* Work to complete *
Without altering anything, repeat each of the records.

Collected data
•••

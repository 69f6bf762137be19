#include "cli/lookup_options.hpp"

#include <algorithm>

#include "cli/option_values.hpp"
#include "rainledger/base/number.hpp"
#include "rainledger/base/suggest.hpp"

namespace rainledger {
namespace {

constexpr std::string_view kShared = "json units quiet";

/// True if `word` is one of the words of `list`.
bool holds(std::string_view list, std::string_view word) {
    while (!list.empty()) {
        const std::string_view one = list.substr(0, list.find(' '));
        if (one == word) return true;
        list.remove_prefix(std::min(one.size() + 1, list.size()));
    }
    return false;
}

std::string topics_of(std::string_view option) {
    std::string out;
    for (const LookupTopic& topic : kLookupTopics)
        if (holds(topic.options, option))
            out += (out.empty() ? "" : " and ") + std::string(topic.name);
    return out;
}

/// An option that goes with another topic.
std::string misplaced(const Arguments& arguments, const LookupTopic& topic) {
    for (const OptionRow& row : kLookupOptions)
        if (arguments.has(row.name) && !holds(kShared, row.name) && !holds(topic.options, row.name))
            return "--" + std::string(row.name) + " goes with " + topics_of(row.name) +
                   ", not with " + std::string(topic.name);
    return {};
}

std::string read_share(const Arguments& arguments, std::string_view option,
                       std::optional<double>& share) {
    const std::string* text = arguments.find(option);
    if (text == nullptr) return {};
    const std::string lead = "--" + std::string(option) + ": ";
    const ParsedQuantity parsed = parse_share(*text);
    if (!parsed.value) return lead + parsed.problem + "; " + parsed.hint;
    if (!(*parsed.value >= 0.0 && *parsed.value <= 1.0))
        return lead + "'" + *text + "' is no share; it must be from 0 to 1, or from 0 % to 100 %";
    share = parsed.value;
    return {};
}

/// "42" and "42 %" alike, as they stand, so that the bounds of the classes fall as written.
std::string read_percent(const Arguments& arguments, std::string_view option,
                         std::optional<double>& percent) {
    const std::string* text = arguments.find(option);
    if (text == nullptr) return {};
    std::string_view digits = *text;
    if (digits.ends_with('%')) digits.remove_suffix(1);
    while (digits.ends_with(' '))
        digits.remove_suffix(1);
    percent = parse_number(digits);
    if (percent && *percent >= 0.0 && *percent <= 100.0) return {};
    return "--" + std::string(option) + ": '" + *text +
           "' is no percentage; write a number from 0 to 100";
}

std::string read_slope(const Arguments& arguments, std::optional<double>& slope_percent) {
    constexpr double kPerCent = 100.0;
    std::optional<double> share;
    std::string problem = read_share(arguments, "slope", share);
    if (share) slope_percent = kPerCent * *share;
    return problem;
}

std::string read_condition(const Arguments& arguments,
                           std::optional<HydrologicCondition>& condition) {
    constexpr std::array<std::string_view, 3> kWords{"good", "fair", "poor"};
    const std::string* text = arguments.find("condition");
    if (text == nullptr) return {};
    condition = find_condition(*text);
    if (condition) return {};
    return "--condition: '" + *text + "' is not known; " + suggestion(*text, kWords);
}

std::string read_group(const Arguments& arguments, std::optional<SoilGroupRating>& group) {
    const std::string* text = arguments.find("soil-group");
    if (text == nullptr) return {};
    const auto parsed = parse_soil_group(*text);
    group = parsed.value;
    if (group) return {};
    return "--soil-group: " + parsed.problem + "; " + parsed.hint;
}

std::string read_values(const Arguments& arguments, LookupAsked& asked) {
    std::string problem = read_units(arguments, asked.units);
    const auto then = [&](std::string next) {
        if (problem.empty()) problem = std::move(next);
    };
    const auto amount = [&](std::string_view option, Dimension dimension, std::string_view noun,
                            std::optional<double>& value) {
        then(read_amount(arguments, option, dimension, noun, value, Zero::allowed));
    };
    read_text(arguments, "treatment", asked.treatment);
    then(read_condition(arguments, asked.condition));
    then(read_group(arguments, asked.soil_group));
    then(read_share(arguments, "impervious", asked.impervious_share));
    then(read_share(arguments, "connected", asked.connected_share));
    then(read_share(arguments, "saturation", asked.saturation));
    then(read_percent(arguments, "sand", asked.sand_percent));
    then(read_percent(arguments, "clay", asked.clay_percent));
    then(read_percent(arguments, "organic", asked.organic_percent));
    then(read_share(arguments, "porosity", asked.porosity));
    amount("conductivity", Dimension::rate, "conductivity", asked.conductivity_mm_per_h);
    amount("impermeable-layer", Dimension::depth, "depth", asked.impermeable_depth_mm);
    amount("water-table", Dimension::depth, "depth", asked.water_table_depth_mm);
    then(read_slope(arguments, asked.slope_percent));
    amount("rain", Dimension::depth, "depth", asked.rain_mm);
    amount("height", Dimension::depth, "height", asked.crop_height_mm);
    return problem;
}

/// A value that fell apart left its unit among the words.
bool left_a_unit(std::span<const std::string> words) {
    return std::ranges::any_of(words, [](const std::string& word) {
        return word == "%" || find_unit(word, Dimension::depth) || find_unit(word, Dimension::rate);
    });
}

std::string find_topic(const Arguments& arguments, LookupOptions& options) {
    const std::string& typed = arguments.words.front();
    const auto found = std::ranges::find(kLookupTopics, typed, &LookupTopic::name);
    if (found != kLookupTopics.end()) {
        options.topic = &*found;
        return misplaced(arguments, *found);
    }
    std::vector<std::string_view> names;
    names.reserve(kLookupTopics.size());
    for (const LookupTopic& topic : kLookupTopics)
        names.push_back(topic.name);
    return "unknown topic '" + typed + "'; " + suggestion(typed, names);
}

/// The name as one, however many words it was typed in.
std::string joined(std::span<const std::string> words) {
    std::string out;
    for (const std::string& word : words)
        out += (out.empty() ? "" : " ") + word;
    return out;
}

std::string read_topic(const Arguments& arguments, LookupOptions& options) {
    if (std::string problem = find_topic(arguments, options); !problem.empty()) return problem;
    const auto names = std::span(arguments.words).subspan(1);
    options.asked.name = joined(names);
    std::string problem = read_values(arguments, options.asked);
    if (!problem.empty() && left_a_unit(names))
        problem += " (a number and its unit are one word: '3.4 mm/h')";
    return problem;
}

}  // namespace

std::vector<Output> LookupOptions::outputs() const {
    std::vector<Output> outputs;
    add_output(outputs, "json", json);
    return outputs;
}

std::optional<LookupOptions> read_lookup_options(std::span<const std::string> given,
                                                 std::string& problem) {
    const Arguments arguments = sort_arguments(given, kLookupOptions);
    problem = arguments.problem;
    LookupOptions options;
    if (problem.empty() && !arguments.words.empty()) problem = read_topic(arguments, options);
    if (problem.empty() && arguments.words.empty() && !arguments.options.empty())
        problem = "--" + arguments.options.begin()->first +
                  " needs a topic; 'rainledger lookup' lists them";
    if (!problem.empty()) return std::nullopt;
    options.quiet = arguments.has("quiet");
    read_text(arguments, "json", options.json);
    return options;
}

std::string topic_lines() {
    constexpr std::size_t kTextColumn = 26;
    std::string out;
    for (const LookupTopic& topic : kLookupTopics) {
        std::string head = "  " + std::string(topic.name) + " " + std::string(topic.takes);
        head.resize(kTextColumn, ' ');
        out += head + std::string(topic.text) + "\n";
    }
    return out;
}

}  // namespace rainledger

•••

* Completed exercise *
repository 69f6bf762137be19
#include "cli/lookup_options.hpp"

#include <algorithm>

#include "cli/option_values.hpp"
#include "rainledger/base/number.hpp"
#include "rainledger/base/suggest.hpp"

namespace rainledger {
namespace {

constexpr std::string_view kShared = "json units quiet";

/// True if `word` is one of the words of `list`.
bool holds(std::string_view list, std::string_view word) {
    while (!list.empty()) {
        const std::string_view one = list.substr(0, list.find(' '));
        if (one == word) return true;
        list.remove_prefix(std::min(one.size() + 1, list.size()));
    }
    return false;
}

std::string topics_of(std::string_view option) {
    std::string out;
    for (const LookupTopic& topic : kLookupTopics)
        if (holds(topic.options, option))
            out += (out.empty() ? "" : " and ") + std::string(topic.name);
    return out;
}

/// An option that goes with another topic.
std::string misplaced(const Arguments& arguments, const LookupTopic& topic) {
    for (const OptionRow& row : kLookupOptions)
        if (arguments.has(row.name) && !holds(kShared, row.name) && !holds(topic.options, row.name))
            return "--" + std::string(row.name) + " goes with " + topics_of(row.name) +
                   ", not with " + std::string(topic.name);
    return {};
}

std::string read_share(const Arguments& arguments, std::string_view option,
                       std::optional<double>& share) {
    const std::string* text = arguments.find(option);
    if (text == nullptr) return {};
    const std::string lead = "--" + std::string(option) + ": ";
    const ParsedQuantity parsed = parse_share(*text);
    if (!parsed.value) return lead + parsed.problem + "; " + parsed.hint;
    if (!(*parsed.value >= 0.0 && *parsed.value <= 1.0))
        return lead + "'" + *text + "' is no share; it must be from 0 to 1, or from 0 % to 100 %";
    share = parsed.value;
    return {};
}

/// "42" and "42 %" alike, as they stand, so that the bounds of the classes fall as written.
std::string read_percent(const Arguments& arguments, std::string_view option,
                         std::optional<double>& percent) {
    const std::string* text = arguments.find(option);
    if (text == nullptr) return {};
    std::string_view digits = *text;
    if (digits.ends_with('%')) digits.remove_suffix(1);
    while (digits.ends_with(' '))
        digits.remove_suffix(1);
    percent = parse_number(digits);
    if (percent && *percent >= 0.0 && *percent <= 100.0) return {};
    return "--" + std::string(option) + ": '" + *text +
           "' is no percentage; write a number from 0 to 100";
}

std::string read_slope(const Arguments& arguments, std::optional<double>& slope_percent) {
    constexpr double kPerCent = 100.0;
    std::optional<double> share;
    std::string problem = read_share(arguments, "slope", share);
    if (share) slope_percent = kPerCent * *share;
    return problem;
}

std::string read_condition(const Arguments& arguments,
                           std::optional<HydrologicCondition>& condition) {
    constexpr std::array<std::string_view, 3> kWords{"good", "fair", "poor"};
    const std::string* text = arguments.find("condition");
    if (text == nullptr) return {};
    condition = find_condition(*text);
    if (condition) return {};
    return "--condition: '" + *text + "' is not known; " + suggestion(*text, kWords);
}

std::string read_group(const Arguments& arguments, std::optional<SoilGroupRating>& group) {
    const std::string* text = arguments.find("soil-group");
    if (text == nullptr) return {};
    const auto parsed = parse_soil_group(*text);
    group = parsed.value;
    if (group) return {};
    return "--soil-group: " + parsed.problem + "; " + parsed.hint;
}

std::string read_values(const Arguments& arguments, LookupAsked& asked) {
    std::string problem = read_units(arguments, asked.units);
    const auto then = [&](std::string next) {
        if (problem.empty()) problem = std::move(next);
    };
    const auto amount = [&](std::string_view option, Dimension dimension, std::string_view noun,
                            std::optional<double>& value) {
        then(read_amount(arguments, option, dimension, noun, value, Zero::allowed));
    };
    read_text(arguments, "treatment", asked.treatment);
    then(read_condition(arguments, asked.condition));
    then(read_group(arguments, asked.soil_group));
    then(read_share(arguments, "impervious", asked.impervious_share));
    then(read_share(arguments, "connected", asked.connected_share));
    then(read_share(arguments, "saturation", asked.saturation));
    then(read_percent(arguments, "sand", asked.sand_percent));
    then(read_percent(arguments, "clay", asked.clay_percent));
    then(read_percent(arguments, "organic", asked.organic_percent));
    then(read_share(arguments, "porosity", asked.porosity));
    amount("conductivity", Dimension::rate, "conductivity", asked.conductivity_mm_per_h);
    amount("impermeable-layer", Dimension::depth, "depth", asked.impermeable_depth_mm);
    amount("water-table", Dimension::depth, "depth", asked.water_table_depth_mm);
    then(read_slope(arguments, asked.slope_percent));
    amount("rain", Dimension::depth, "depth", asked.rain_mm);
    amount("height", Dimension::depth, "height", asked.crop_height_mm);
    return problem;
}

/// A value that fell apart left its unit among the words.
bool left_a_unit(std::span<const std::string> words) {
    return std::ranges::any_of(words, [](const std::string& word) {
        return word == "%" || find_unit(word, Dimension::depth) || find_unit(word, Dimension::rate);
    });
}

std::string find_topic(const Arguments& arguments, LookupOptions& options) {
    const std::string& typed = arguments.words.front();
    const auto found = std::ranges::find(kLookupTopics, typed, &LookupTopic::name);
    if (found != kLookupTopics.end()) {
        options.topic = &*found;
        return misplaced(arguments, *found);
    }
    std::vector<std::string_view> names;
    names.reserve(kLookupTopics.size());
    for (const LookupTopic& topic : kLookupTopics)
        names.push_back(topic.name);
    return "unknown topic '" + typed + "'; " + suggestion(typed, names);
}

/// The name as one, however many words it was typed in.
std::string joined(std::span<const std::string> words) {
    std::string out;
    for (const std::string& word : words)
        out += (out.empty() ? "" : " ") + word;
    return out;
}

std::string read_topic(const Arguments& arguments, LookupOptions& options) {
    if (std::string problem = find_topic(arguments, options); !problem.empty()) return problem;
    const auto names = std::span(arguments.words).subspan(1);
    options.asked.name = joined(names);
    std::string problem = read_values(arguments, options.asked);
    if (!problem.empty() && left_a_unit(names))
        problem += " (a number and its unit are one word: '3.4 mm/h')";
    return problem;
}

}  // namespace

std::vector<Output> LookupOptions::outputs() const {
    std::vector<Output> outputs;
    add_output(outputs, "json", json);
    return outputs;
}

std::optional<LookupOptions> read_lookup_options(std::span<const std::string> given,
                                                 std::string& problem) {
    const Arguments arguments = sort_arguments(given, kLookupOptions);
    problem = arguments.problem;
    LookupOptions options;
    if (problem.empty() && !arguments.words.empty()) problem = read_topic(arguments, options);
    if (problem.empty() && arguments.words.empty() && !arguments.options.empty())
        problem = "--" + arguments.options.begin()->first +
                  " needs a topic; 'rainledger lookup' lists them";
    if (!problem.empty()) return std::nullopt;
    options.quiet = arguments.has("quiet");
    read_text(arguments, "json", options.json);
    return options;
}

std::string topic_lines() {
    constexpr std::size_t kTextColumn = 26;
    std::string out;
    for (const LookupTopic& topic : kLookupTopics) {
        std::string head = "  " + std::string(topic.name) + " " + std::string(topic.takes);
        head.resize(kTextColumn, ' ');
        out += head + std::string(topic.text) + "\n";
    }
    return out;
}

}  // namespace rainledger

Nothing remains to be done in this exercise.